The Pigeon Hole principle follows a simple observation that if you have 10 pigeons and 9 pigeonholes and you distribute these pigeons randomly, its quite obvious that there will be one pigeonhole with more than 1 pigeon. In other words, there are n boxes (the Pigeonholes), into which more than n objects (the Pigeons), have been placed, then at least one of the boxes must have received more than one of the objects. This principle is frequently applied in problems where we need to determine a minimal number of objects to ensure that some integral number property is satisfied.

 Consider the following puzzle: 
A box contains red, black and white balls. The objective is to pick balls satisfying some constraints. How many balls must be taken to ensure that there is a pair of same color? The key to solve this puzzle is pigeonhole principle. 

 The principle says: If $n$ pigeons are nesting in $m$ pigeonholes, where $n > m$, then at least one pigeonhole has more than one pigeon
In general, if $n(r −1) + 1$ objects are distributed into $n$ boxes, then there exists a box containing at least $r$ objects.

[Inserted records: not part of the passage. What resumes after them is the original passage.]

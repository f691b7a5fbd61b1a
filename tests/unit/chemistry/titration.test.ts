/** Titrations, against what stoichiometry and textbooks say. */
import { describe, expect, test } from 'vitest';
import { createSolution, pHOf, titrate, type Model } from '../../../src/chemistry/index.ts';

const of = (substance: string, concentration_molL: number, volume_mL: number) =>
  createSolution({ parts: [{ substance, concentration_molL }], volume_mL });
const run = (analyte: string, titrant: string, model: Model = 'textbook', to_mL = 80) =>
  titrate(of(analyte, 0.1, 25), of(titrant, 0.1, 100), to_mL, model);

describe('equivalence points by stoichiometry, half-equivalence near pKa', () => {
  test.each([
    ['CH3COOH', 'NaOH', [25], [[12.5, 4.756]]],
    ['HCl', 'NaOH', [25], []],
    ['NaOH', 'HCl', [25], []],
    ['NH3', 'HCl', [25], [[12.5, 9.245]]],
    ['H3PO4', 'NaOH', [25, 50], [[37.5, 7.198]]],
    ['Na2CO3', 'HCl', [25, 50], [[37.5, 6.351]]],
    ['citric acid', 'NaOH', [75], []],
    ['CH3COOH', 'NH3', [25], [[12.5, 4.756]]],
    ['NaOH', 'CH3COOH', [25], []],
  ] as const)('%s with %s', (analyte, titrant, equivalence, halves) => {
    const { equivalence: found, halfEquivalence } = run(analyte, titrant);
    expect(found.map((e) => e.added_mL)).toEqual(equivalence.map((mL) => expect.closeTo(mL, 9)));
    for (const [mL, pKa] of halves) {
      const mark = halfEquivalence.find((half) => Math.abs(half.added_mL - mL) < 1e-9);
      expect(Math.abs(mark!.pH - pKa)).toBeLessThan(0.01);
    }
    if (halves.length === 0) expect(halfEquivalence).toEqual([]);
  });

  test('the first half of phosphoric acid is marked, where its own strength keeps pH above pKa', () => {
    const [first] = run('H3PO4', 'NaOH').halfEquivalence;
    expect(first).toMatchObject({
      family: 'phosphoric',
      step: 1,
      added_mL: expect.closeTo(12.5, 9) as number,
    });
    expect(first!.pH).toBeGreaterThan(2.148);
  });

  test('strong and weak acid in one flask give two', () => {
    const parts = ['HCl', 'CH3COOH'].map((substance) => ({ substance, concentration_molL: 0.1 }));
    const both = titrate(createSolution({ parts, volume_mL: 25 }), of('NaOH', 0.1, 100), 80, 'textbook');
    expect(both.equivalence.map((e) => [e.family, e.added_mL])).toEqual([
      ['strong', expect.closeTo(25, 9)],
      ['ethanoic', expect.closeTo(50, 9)],
    ]);
  });

  test('volume too small to reach them marks none', () => {
    const short = run('CH3COOH', 'NaOH', 'textbook', 10);
    expect(short.equivalence).toEqual([]);
    expect(short.halfEquivalence).toEqual([]);
  });
});

test('equivalence is where the trace is steepest', () => {
  const { points, equivalence } = run('CH3COOH', 'NaOH', 'real');
  let steepest = { slope: 0, at: 0 };
  for (let i = 1; i < points.length; i++) {
    const [a, b] = [points[i - 1]!, points[i]!];
    const slope = (b.pH - a.pH) / (b.added_mL - a.added_mL);
    if (slope > steepest.slope) steepest = { slope, at: (a.added_mL + b.added_mL) / 2 };
  }
  expect(Math.abs(steepest.at - equivalence[0]!.added_mL)).toBeLessThan(0.05);
});

describe.each(['textbook', 'real'] as const)('a trace (%s)', (model) => {
  const { points } = run('H3PO4', 'NaOH', model);
  test('begins with the analyte and ends at the volume asked for', () => {
    expect(points[0]).toEqual({ added_mL: 0, pH: pHOf(of('H3PO4', 0.1, 25), model) });
    expect(points.at(-1)!.added_mL).toBeCloseTo(80, 9);
  });
  test('rises, with no gap above 0.15', () => {
    for (let i = 1; i < points.length; i++) {
      expect(points[i]!.added_mL).toBeGreaterThan(points[i - 1]!.added_mL);
      expect(points[i]!.pH).toBeGreaterThanOrEqual(points[i - 1]!.pH);
      expect(points[i]!.pH - points[i - 1]!.pH).toBeLessThan(0.151);
    }
  });
});

test('bad input is refused by field', () => {
  const flask = of('HCl', 0.1, 25);
  expect(() => titrate(flask, of('NaOH', 0.1, 0), 10, 'real')).toThrow(
    expect.objectContaining({ field: 'titrant' }),
  );
  expect(() => titrate(flask, of('NaOH', 0.1, 10), NaN, 'real')).toThrow(
    expect.objectContaining({ field: 'to_mL' }),
  );
});
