import { QueryTypes } from 'sequelize';
import { sequelize } from '../database/index.ts';
import { hashSecret } from '../sign-in/secrets.ts';

export interface Count {
  /** Points used in the window, these included. */
  readonly points: number;
  /** Seconds until the window ends. */
  readonly seconds: number;
}

/** Keys hold addresses and accounts: stored as hashes. */
const stored = (key: string) => `${key.split(':')[0]}:${hashSecret(key).slice(0, 40)}`;

/**
 * Counts points in a window that starts with the first of them. In the database, so that all nodes share it and a
 * restart forgets nothing. One statement, so that requests at once count each.
 */
export async function count(key: string, points: number, window_s: number): Promise<Count> {
  const now = Date.now();
  await sequelize.query(
    `INSERT INTO rate_limits (\`key\`, points, expire) VALUES (:key, :points, :end)
     ON DUPLICATE KEY UPDATE points = IF(expire <= :now, :points, points + :points), expire = IF(expire <= :now, :end, expire)`,
    { replacements: { key: stored(key), points, end: now + window_s * 1000, now }, type: QueryTypes.INSERT },
  );
  return peek(key);
}

export async function peek(key: string): Promise<Count> {
  const now = Date.now();
  const [row] = await sequelize.query<{ points: number; expire: number }>(
    'SELECT points, expire FROM rate_limits WHERE `key` = ? AND expire > ?',
    { replacements: [stored(key), now], type: QueryTypes.SELECT },
  );
  return row
    ? { points: row.points, seconds: Math.ceil((Number(row.expire) - now) / 1000) }
    : { points: 0, seconds: 0 };
}

export async function forget(key: string): Promise<void> {
  await sequelize.query('DELETE FROM rate_limits WHERE `key` = ?', {
    replacements: [stored(key)],
    type: QueryTypes.DELETE,
  });
}

export async function deleteExpiredCounts(): Promise<void> {
  await sequelize.query('DELETE FROM rate_limits WHERE expire <= ?', {
    replacements: [Date.now()],
    type: QueryTypes.DELETE,
  });
}
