/** Mixing and parting: associative, commutative, nothing lost or gained (amounts to 1e-12, volumes exactly). */
import fc from 'fast-check';
import { describe, expect, test } from 'vitest';
import { createSolution, mix, take, type Solution } from '../../../src/chemistry/index.ts';
import { substances } from '../../../src/chemistry/substances.ts';

const RUNS = { numRuns: 300, seed: 20260412 };

const part = fc.record({
  substance: fc.constantFrom(...substances.map((s) => s.formula)),
  concentration_molL: fc.double({ min: 0, max: 2, noNaN: true }),
});
const solution = fc
  .record({
    parts: fc.array(part, { maxLength: 5 }),
    volume_mL: fc.integer({ min: 1, max: 500_000 }).map((uL) => uL / 1000),
    temperature_C: fc.constantFrom(0, 18.5, 25, 60),
  })
  .map(createSolution);

const near = (a: number, b: number, scale: number) =>
  expect(Math.abs(a - b)).toBeLessThanOrEqual(1e-12 * Math.max(scale, 1e-30));

/** Same volume exactly, same amounts and temperature to 1e-12. A component that is absent counts as none. */
function same(a: Solution, b: Solution): void {
  expect(a.volume_nL).toBe(b.volume_nL);
  near(a.temperature_C, b.temperature_C, 100);
  for (const id of new Set([...Object.keys(a.amounts), ...Object.keys(b.amounts)])) {
    const [x, y] = [a.amounts[id] ?? 0, b.amounts[id] ?? 0];
    near(x, y, Math.max(x, y));
  }
}

describe('mixing', () => {
  test('commutes', () =>
    fc.assert(
      fc.property(solution, solution, (a, b) => same(mix(a, b), mix(b, a))),
      RUNS,
    ));

  test('associates', () =>
    fc.assert(
      fc.property(solution, solution, solution, (a, b, c) => same(mix(mix(a, b), c), mix(a, mix(b, c)))),
      RUNS,
    ));

  test('conserves every amount', () =>
    fc.assert(
      fc.property(solution, solution, (a, b) => {
        const mixed = mix(a, b);
        expect(mixed.volume_nL).toBe(a.volume_nL + b.volume_nL);
        for (const id in mixed.amounts) {
          const sum = (a.amounts[id] ?? 0) + (b.amounts[id] ?? 0);
          near(mixed.amounts[id]!, sum, sum);
        }
      }),
      RUNS,
    ));
});

test('an empty vessel adds nothing', () =>
  fc.assert(
    fc.property(solution, (s) => {
      const empty = take(s, 0).taken;
      expect(mix(s, empty)).toBe(s);
      expect(mix(empty, s)).toBe(s);
    }),
    RUNS,
  ));

describe('parting', () => {
  test('and mixing again gives the same', () =>
    fc.assert(
      fc.property(solution, fc.double({ min: 0, max: 1, noNaN: true }), (s, share) => {
        const { taken, left } = take(s, Math.round(share * s.volume_nL));
        same(mix(taken, left), s);
      }),
      RUNS,
    ));

  test('keeps concentrations', () =>
    fc.assert(
      fc.property(solution, fc.double({ min: 0.01, max: 1, noNaN: true }), (s, share) => {
        const { taken } = take(s, Math.round(share * s.volume_nL));
        for (const id in s.amounts) {
          const c = s.amounts[id]! / s.volume_nL;
          near(taken.amounts[id]! / taken.volume_nL, c, c);
        }
      }),
      RUNS,
    ));
});
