/** The glass that a move is on. */
import type { Refusal } from '../types.ts';
import { findVessel, unknownThing, volumeOf } from './hands.ts';
import { refuse, type Situation } from './kinds.ts';

export type Found = NonNullable<ReturnType<typeof findVessel>>;

/** The vessel, or a refusal; with liquid in it where `wet` asks for some. */
export function on(
  at: Situation,
  id: string,
  wet: boolean,
): { ok: true; found: Found } | { ok: false; refusal: Refusal } {
  const found = findVessel(at, id);
  if (!found) return { ok: false, refusal: unknownThing(id) };
  if (wet && volumeOf(found.state) === 0) {
    return {
      ok: false,
      refusal: refuse('vessel-empty', `${found.spec.label} is empty. Pour something into it first.`),
    };
  }
  return { ok: true, found };
}

export const must = (at: Situation, id: string): Found => {
  const found = findVessel(at, id);
  if (!found) throw new Error(`no vessel ${id}`);
  return found;
};
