/** What a registered move is made of. */
import type { BenchSpec, Move, MoveKind, MoveOf, Notice, Refusal, Scene } from '../types.ts';

/** What a move may look at. */
export interface Situation {
  readonly spec: BenchSpec;
  readonly seed: number;
  /** How many moves stand before this one; careful mode's draws hang on it. */
  readonly number: number;
  readonly scene: Scene;
}

export interface Effect {
  readonly scene: Scene;
  readonly notices: readonly Notice[];
}

/** The kind of control that asks for each field, so that buttons, forms and spoken help need no table of their own. */
export type FieldKind =
  | 'source'
  | 'vessel'
  | 'burette'
  | 'pipette'
  | 'indicator'
  | 'wash'
  | 'two-vessels'
  | 'volume'
  | 'drops'
  | 'mark'
  | 'pH'
  | 'temperature'
  | 'seconds'
  | 'gas'
  | 'gear'
  | 'on'
  | 'text'
  | 'reading';

/** One thing that hands can do: shared by buttons, keys, drag, undo, saving and replay. */
export interface MoveDefinition<K extends MoveKind = MoveKind> {
  readonly kind: K;
  /** A verb, as it stands on a button. */
  readonly name: string;
  /** One sentence that says what it does. */
  readonly label: string;
  /** The key that does it while the bench has the focus, or null. */
  readonly key: string | null;
  readonly fields: Readonly<Record<string, FieldKind>>;
  /** Takes liquid in hand: goggles first where the bench says so, refused beside an unwiped spill. */
  readonly handlesLiquid: boolean;
  /** Delivers a volume: where the bench asks for careful reading it cannot be taken back. */
  readonly delivers: boolean;
  /** Whether the bench has what it needs. */
  readonly offered: (spec: BenchSpec) => boolean;
  readonly check: (at: Situation, move: MoveOf<K>) => Refusal | null;
  /** Pure. Called only after `check` found nothing. */
  readonly perform: (at: Situation, move: MoveOf<K>) => Effect;
  /** What was done, in the past tense, for notebook and live region. */
  readonly tell: (at: Situation, move: MoveOf<K>) => string;
}

export const define = <K extends MoveKind>(definition: MoveDefinition<K>): MoveDefinition<K> => definition;

export const refuse = (code: Refusal['code'], sentence: string, possible_uL?: number): Refusal =>
  possible_uL === undefined ? { code, sentence } : { code, sentence, possible_uL };

export type AnyMove = Move;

 Let us look at a few examples - 

 Ex 1. 
Among any group of $366$ people, there must be at least two with the same birth date. Assume that there are $365$ days in a year

 Sol.
The first step in solving pigeon hole problems is to identify pigeons and pigeon holes. Consider each day in a year as a pigeonhole, i.e., each pigeon hole is labeled as 1-Jan, 2-Jan, 3-Jan, etc., and people as pigeons. A pigeon (person) is placed in the hole labeled 1-Jan if his birth date is 1-Jan. Since there are $365$ pigeons and $366$ people, by pigeonhole principle, there exist more than one person having the same birth date.

 Ex 2.
Among any group of $13$ people prove that there must be at least two with the same birth month. 

 Sol.
Consider months in a year as pigeonholes and people as pigeons. Thus, by pigeonhole principle, there exists more than one people having the same birth month.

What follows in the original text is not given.